La sala ha grandi quadri appesi alle pareti, tutto intorno. Enormi e maestosi, giganteschi volti che ti osservano e ti entrano dentro, fino nell'anima.
Come sempre faccio, da che ho memoria, mi ritrovo a soffermarmi su quei volti pallidi, perfetti, quella carnagione rosea e chiara.
Mi sento meno donna.
Una volta ho catturato una mosca. Non ci sono mai mosche, nei quadri: solo fiori e frutti e foglie rigogliose.   Ho freddo.
  Mi chiudo nella mia stanza, sono stanca e tremo come un foglia. Chiamo la servitù, che accendano la stufa.
  Uno strano gioco di specchi mi si para davanti.
  Certo, lei è grassa, è tozza e non ha un bel naso.
  E quella pezzuola, per carità, proprio da serva.
  Mi guarda, la balia, e io mi siedo sul letto e le dico di andarsene, non ho bisogno di niente. Serro le labbra e prendo a pettinarmi i miei dannatissimi capelli, maledetti loro. Il pettine si impiglia. Andrò a letto come sempre, scarmigliata, il volto rigato di lacrime e non uscirò dalla mia stanza per nessuna ragione al mondo.

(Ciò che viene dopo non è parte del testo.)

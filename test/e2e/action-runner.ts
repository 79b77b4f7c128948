/**
 * Runs the action bundle the way the runner does: `node dist/index.js` with INPUT_* variables
 * (upper-cased, hyphens kept), GITHUB_* variables, an event payload file, and GITHUB_OUTPUT /
 * GITHUB_STEP_SUMMARY files it appends to. Reads the outputs back in the runner's file format
 * (`name<<DELIMITER` ... `DELIMITER`, GitHub docs "Setting an output parameter").
 */
import { spawn } from 'node:child_process';
import { mkdir, readFile, writeFile } from 'node:fs/promises';
import { join, resolve } from 'node:path';

export const ROOT = resolve(new URL('../..', import.meta.url).pathname);
export const BUNDLE = resolve(ROOT, process.env.BELLGATE_ACTION_BUNDLE ?? 'dist/index.js');

export interface StepResult {
  code: number;
  stdout: string;
  stderr: string;
  outputs: Map<string, string>;
  summary: string;
  /** Workflow commands on stdout (::error title=...::message); `text` is properties and message. */
  annotations: { kind: string; text: string }[];
}

export function parseOutputFile(text: string): Map<string, string> {
  const out = new Map<string, string>();
  const lines = text.split('\n');
  for (let i = 0; i < lines.length; i++) {
    const m = /^([^<=]+)<<(.+)$/.exec(lines[i] ?? '');
    if (m) {
      const [, name = '', delim] = m;
      const value: string[] = [];
      // Bounded by the file's length.
      for (i += 1; i < lines.length && lines[i] !== delim; i++) value.push(lines[i] ?? '');
      out.set(name, value.join('\n'));
    } else if ((lines[i] ?? '').includes('=')) {
      const line = lines[i] ?? '';
      out.set(line.slice(0, line.indexOf('=')), line.slice(line.indexOf('=') + 1));
    }
  }
  return out;
}

export interface StepSpec {
  dir: string;
  inputs: Record<string, string>;
  env: Record<string, string>;
  event: unknown;
  /** A name for this step's files under dir. */
  tag: string;
}

export async function runStep(spec: StepSpec): Promise<StepResult> {
  const files = join(spec.dir, '.runner', spec.tag);
  await mkdir(files, { recursive: true });
  const eventPath = join(files, 'event.json');
  const outputPath = join(files, 'output');
  const summaryPath = join(files, 'summary.md');
  await writeFile(eventPath, JSON.stringify(spec.event));
  await writeFile(outputPath, '');
  await writeFile(summaryPath, '');
  const env: Record<string, string> = {
    PATH: process.env.PATH ?? '',
    HOME: process.env.HOME ?? spec.dir,
    GITHUB_ACTIONS: 'true',
    GITHUB_EVENT_PATH: eventPath,
    GITHUB_OUTPUT: outputPath,
    GITHUB_STEP_SUMMARY: summaryPath,
    GITHUB_WORKSPACE: spec.dir,
    RUNNER_TEMP: files,
    GITHUB_SERVER_URL: 'https://github.com',
    ...spec.env,
  };
  for (const [name, value] of Object.entries(spec.inputs))
    env[`INPUT_${name.replace(/ /g, '_').toUpperCase()}`] = value;
  const child = spawn(process.execPath, [BUNDLE], { cwd: spec.dir, env, stdio: ['ignore', 'pipe', 'pipe'] });
  let stdout = '';
  let stderr = '';
  child.stdout.on('data', (d: Buffer) => (stdout += d.toString()));
  child.stderr.on('data', (d: Buffer) => (stderr += d.toString()));
  const code = await new Promise<number>((r) => child.on('close', (c) => r(c ?? -1)));
  const annotations = [...stdout.matchAll(/^::(error|warning|notice)(.*)$/gm)].map((m) => ({
    kind: m[1] ?? '',
    text: m[2] ?? '',
  }));
  return {
    code,
    stdout,
    stderr,
    outputs: parseOutputFile(await readFile(outputPath, 'utf8')),
    summary: await readFile(summaryPath, 'utf8'),
    annotations,
  };
}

  Mi stendo fra le lenzuola bianche, candide, pulite.
- Non deve pettinarli così.
- Vattene via.
- I capelli, dico. Lasciate che vi mostri come pettinarli.
  Colta nella mia vanità, alzo la testa. Incrocio di nuovo i suoi occhi, e mi vergogno. Avrei dovuto esserci io, al suo posto, vestita di niente, i capelli raccolti, invisibile più che mai.
Le porgo il pettine, e l'avorio di quei denti prende a passare delicatamente nella matassa indistinta di ricci neri che mi cresce sulla testa.
- Dovete iniziare dalle punte, Miss, vedete? E poi, pian piano, salire. Non è difficile, provate.
  Mi alzo dal letto e mi siedo alla specchiera; lentamente, comincio.
- Bravissima! Avete visto?
- Credi che stasera andrà tutto bene?
  La serva di quel grande castello sconosciuto, marmoreo e pieno di quadri fatti di luce pura mi sorride e gioca con le mie ciocche maltrattate, spezzate e nere. Prende un nastro di cotone di un bianco brillante e me lo acconcia fra i capelli, senza rispondere.
Una volta ho catturato una mosca: l'ho racchiusa in un panno di cotone tanto candido che quasi abbagliava.